Cidades brasileiras têm adotado medidas contra os chamados “sommeliers de vacina” —quem escolhe ou rejeita imunizantes de laboratórios específicos. Tais ações podem ser um tiro no pé. Ajudá-los pode ser melhor do que puni-los.

O castigo mais comum é o envio ao fim da fila: a pessoa que se recusa a receber a vacina oferecida no posto precisa aguardar semanas ou meses até ter uma nova oportunidade de se vacinar —e nada garante que ela conseguirá o imunizante desejado.

A ideia é incentivar a população a aceitar a vacina disponível, independentemente da marca. Espera-se que as pessoas prefiram isso a continuar sem vacina por mais tempo.

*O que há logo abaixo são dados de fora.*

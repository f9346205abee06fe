/** What was started, to be stopped in the other order: what came last, first. */
export interface Shutdown {
  add(stop: () => Promise<void> | void): void;
  /** Stops everything once, whoever asks and however often. */
  run(): Promise<void>;
  hasBegun(): boolean;
}

/**
 * Runs at the first of SIGINT, SIGTERM and SIGHUP and then ends this process. A terminal's Ctrl-C arrives twice under npm,
 * which passes it on, so further signals are ignored while things stop.
 */
export function shutdownOnSignals(): Shutdown {
  const stops: (() => Promise<void> | void)[] = [];
  let running: Promise<void> | null = null;
  const stopAll = async () => {
    for (const stop of stops.splice(0).reverse()) await stop();
  };
  const run = () => {
    running ??= stopAll();
    return running;
  };
  for (const signal of ['SIGINT', 'SIGTERM', 'SIGHUP'] as const) {
    process.on(signal, () => {
      if (running) return;
      run().then(
        () => process.exit(0),
        (error: unknown) => {
          console.error(error);
          process.exit(1);
        },
      );
    });
  }
  return { add: (stop) => stops.push(stop), run, hasBegun: () => running !== null };
}
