import { spawn } from 'node:child_process';

/**
 * Runs a JavaScript program to its end with this terminal, passing on a request to stop. Ctrl-C reaches it by itself;
 * this process only has to outlive it, to say how far it came.
 * @returns its exit status; null when a signal ended it or it could not be started
 */
export function runNode(words: string[]): Promise<number | null> {
  const child = spawn(process.execPath, words, { stdio: 'inherit' });
  const passOn = () => child.kill('SIGTERM');
  const outlive = () => undefined;
  process.on('SIGTERM', passOn).on('SIGINT', outlive);
  return new Promise((resolve) => {
    const end = (status: number | null) => {
      process.off('SIGTERM', passOn).off('SIGINT', outlive);
      resolve(status);
    };
    child.once('error', () => end(null));
    child.once('exit', end);
  });
}
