/** The second model: every entry of the log, added up place by place with nothing clever. */
function naiveBooks(entries: readonly Posted[], from: string, to: string) {
  const micrograms = (massG: number): bigint => BigInt(Math.round(massG * 1e6));
  const kindOf = ({ place, as }: Posted['from']): string => (as ? `${place}:${as}` : place);
  const places = new Map<string, { start: bigint; in: bigint; out: bigint }>();
  const at = (kind: string) => {
    const found = places.get(kind) ?? { start: 0n, in: 0n, out: 0n };
    places.set(kind, found);
    return found;
  };
  let bought = 0n;
  let intoUnits = 0n;
  for (const entry of entries) {
    if (entry.bookingMonth > to) continue;
    const mass = micrograms(entry.massG);
    const [source, target] = [kindOf(entry.from), kindOf(entry.to)];
    if (entry.bookingMonth < from) {
      at(source).start -= mass;
      at(target).start += mass;
      continue;
    }
    const isReversal = entry.reversesGroupId !== null && !entry.addedByServer;
    if (source !== target) {
      // A reversal goes back the way that it came: it takes from what came in, and from what went out.
      at(source)[isReversal ? 'in' : 'out'] += isReversal ? -mass : mass;
      at(target)[isReversal ? 'out' : 'in'] += isReversal ? -mass : mass;
    }
    const went = (one: string, other: string) =>
      isReversal ? source === other && target === one : source === one && target === other;
    if (went('supplier', 'cylinder')) bought += isReversal ? -mass : mass;
    if (went('cylinder', 'unit')) intoUnits += isReversal ? -mass : mass;
  }
  const grams = (mass: bigint): number => Number(mass) / 1e6;
  return {
    boughtG: grams(bought),
    intoUnitsG: grams(intoUnits),
    places: [...places]
      .filter(([, { start, in: came, out }]) => start !== 0n || came !== 0n || out !== 0n)
      .map(([kind, { start, in: came, out }]) => ({
        kind,
        startG: grams(start),
        inG: grams(came),
        outG: grams(out),
        endG: grams(start + came - out),
      })),
  };
}

describe('Whatever is posted, late, wrong, reversed or refused', () => {
  it('the books equal a naive model over the log, and its fresh aggregate to the microgram', {
    timeout: 120_000,
  }, async () => {
    const ledger = await startLedger(app);
    const cylinders = [await ledger.cylinder('9500'), await ledger.cylinder(null), await ledger.cylinder('3000.25')];
    const unit = await ledger.unit('1000', '1340');
    const notKnown = await ledger.unit('0', '2000', {}, 'notKnown');
    const sent: string[] = [];
    let closedBefore = 0;
    const act = async ([what, one, two, massG, monthNumber]: [number, number, number, number, number]) => {
      const cylinder = cylinders[one % 3] as { id: string };
      const other = cylinders[two % 3] as { id: string };
      const at = `2026-0${2 + (monthNumber % 5)}-1${two % 9}T1${one % 9}:00:00Z`;
      const mass = `${massG}.${String(one * 7 + two).padStart(3, '0')}`;
      const unitId = two % 2 === 0 ? unit.id : notKnown.id;
      const post = async (body: { groupId: string }) => {
        const { status } = await ledger.client.post('/entry-groups', body);
        if (status === 201) sent.push(body.groupId);
        expect([201, 422]).toContain(status);
      };
      const entry = (from: object, to: object, fields = {}) => [massOf(mass, from as never, to as never, fields)];
      switch (what % 8) {
        case 0:
          return post(purchase(ledger, cylinder.id, mass, at));
        case 1:
          return post(groupOf('refill', at, { unitId, entries: entry(inCylinder(cylinder.id), inUnit(unitId)) }));
        case 2:
          return post(
            groupOf('weighing', at, { readings: [readingOf(cylinder.id, ledger.scale.id, 'only', massG * 3)] }),
          );
        case 3:
          return post(groupOf('recovery', at, { unitId, entries: entry(inUnit(unitId), inCylinder(cylinder.id)) }));
        case 4:
          if (cylinder === other) return;
          return post(groupOf('transfer', at, { entries: entry(inCylinder(cylinder.id), inCylinder(other.id)) }));
        case 5:
          return post(
            groupOf('extraCharge', at, {
              unitId,
              entries: entry(inCylinder(cylinder.id), HOSE, { howKnown: 'estimated' }),
            }),
          );
        case 6: {
          const groupId = sent[(one * 5 + two) % Math.max(sent.length, 1)];
          if (!groupId) return;
          const body = { groupId: uuid(), schema: 1, reason: 'wrong' };
          const { status } = await ledger.client.post(`/entry-groups/${groupId}/reversal`, body);
          return expect([201, 422]).toContain(status);
        }
        default:
          closedBefore = Math.min(closedBefore + (two % 2), 4);
          if (closedBefore > 0) await ledger.closeMonthsBefore(`2026-0${1 + closedBefore}`);
      }
    };
    const number = fc.nat({ max: 40 });
    const acts = fc.sample(fc.tuple(number, number, number, fc.integer({ min: 1, max: 1200 }), number), {
      numRuns: 220,
      seed: 20261130,
    });
    for (const each of acts) await act(each);
    expect(sent.length).toBeGreaterThan(60);

    const entries: Posted[] = [];
    let cursor = '';
    do {
      const page = await get(ledger, `/entries?sort=sequence&limit=200${cursor}`);
      entries.push(...page.items);
      cursor = page.nextCursor ? `&cursor=${page.nextCursor}` : '';
    } while (cursor);
    for (const [from, to] of [
      ['2026-01', '2026-12'],
      ['2026-03', '2026-03'],
      ['2026-04', '2026-06'],
      ['2026-05', '2027-01'],
    ] as const) {
      const naive = naiveBooks(entries, from, to);
      const found = await books(ledger, `from=${from}&to=${to}`);
      const byKind = (rows: readonly { kind: string }[]) => rows.toSorted((a, b) => (a.kind < b.kind ? -1 : 1));
      expect(byKind(found.places), `${from} to ${to}`).toEqual(byKind(naive.places));
      expect(sides(found).in.bought ?? 0).toBe(naive.boughtG);
      expect(sides(found).out.intoUnits ?? 0).toBe(naive.intoUnitsG);
      const out = Object.values(sides(found).out).reduce((sum, massG) => sum + massG, 0);
      expect(out).toBeCloseTo(found.equation.totalG, 6);
    }

    const differing = await app.database.query(
      'superuser',
      `select coalesce(m.month, e.month) from (select * from month_sum where firm_id = $1) m
        full join (select booking_month as month, refrigerant, from_place || coalesce(':' || from_as, '') as from_kind,
            to_place || coalesce(':' || to_as, '') as to_kind, sum(mass_micrograms) as mass, count(*) as entries,
            coalesce(sum(mass_micrograms) filter (where reverses_entry_id is not null), 0) as reversal
          from entry where firm_id = $1 group by 1, 2, 3, 4) e
          on e.month = m.month and e.refrigerant = m.refrigerant and e.from_kind = m.from_kind and e.to_kind = m.to_kind
        where m.mass_micrograms is distinct from e.mass or m.entry_count is distinct from e.entries
          or m.reversal_micrograms is distinct from e.reversal`,
      [ledger.firm.id],
    );
    expect(differing).toEqual([]);
  });
});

Mas essas medidas parecem menosprezar o impacto dos que preferem a punição: os sommeliers mais convictos, com forte preferência ou rejeição à vacina de um determinado laboratório. Ao irem para o fim da fila, eles prejudicam não apenas a si próprios, mas toda a sociedade, que fica com um número maior de pessoas não vacinadas por um período mais longo. E isso já tem ocorrido em algumas cidades.

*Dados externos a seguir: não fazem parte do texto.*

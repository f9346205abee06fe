/**
 * The one entry of `npm start`, `npm run dev`, `npm test` and `npm run bench`. Plain Node.js without packages, because on
 * a fresh clone there are none: it sees to the Node.js version, the packages, PostgreSQL's programs, Chromium where a
 * browser is driven, and the build, then hands over to the TypeScript command in the same process, so that Ctrl-C and
 * the exit status are the command's own.
 */
import { readFileSync } from 'node:fs';
import process from 'node:process';
import { fileURLToPath } from 'node:url';

const root = fileURLToPath(new URL('../..', import.meta.url));

/** The range in package.json, so that it is stated once. Old Node.js reads this file too: keep its syntax plain. */
function nodeIsSuitable() {
  const range = JSON.parse(readFileSync(`${root}/package.json`, 'utf8')).engines.node;
  const bounds = /^>=(\d+)\.(\d+) <(\d+)$/.exec(range);
  const [major, minor] = process.versions.node.split('.').map(Number);
  const fits = major >= Number(bounds[1]) && major < Number(bounds[3]);
  const old = major === Number(bounds[1]) && minor < Number(bounds[2]);
  if (fits && !old) return true;
  console.error(
    `Tarewright needs Node.js ${range}, this is ${process.versions.node}: install that version and start again.`,
  );
  return false;
}

if (!nodeIsSuitable()) process.exit(1);
import('./bootstrap/run-command.mjs')
  .then(({ runCommand }) => runCommand({ root, name: process.argv[2], rest: process.argv.slice(3) }))
  .catch((error) => {
    // A refusal is one sentence for the person; anything else is a fault of ours and keeps its stack.
    console.error(error && error.name === 'StartRefusal' ? error.message : error);
    process.exit(1);
  });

Em comparação, os sommeliers em lugares sem punição buscam incessantemente a marca desejada e logo se vacinam —se não no mesmo dia, provavelmente na mesma semana. Sim, até encontrar o imunizante, eles podem atrapalhar —ocupam lugar em filas, tomam o tempo de profissionais nos postos etc.—, mas menos do que os punidos com o fim da fila, que circulam sem vacina por muito mais tempo.

Se a prioridade é vacinar o maior número de pessoas no período mais curto possível, as medidas contra os sommeliers não ajudam: pelo contrário, podem ser danosas para a sociedade. Políticas de saúde não devem ser guiadas por populismo punitivista (que há tempos faz um grande estrago na segurança pública).

O que fazer, então? Talvez o melhor seja simplesmente nada. Afinal, não há evidência de que esse grupo esteja, de fato, causando grandes estragos. Outra ideia, mais controversa, é ajudar os sommeliers. Se a sociedade se prejudica ao puni-los, talvez se beneficie ao ajudá-los.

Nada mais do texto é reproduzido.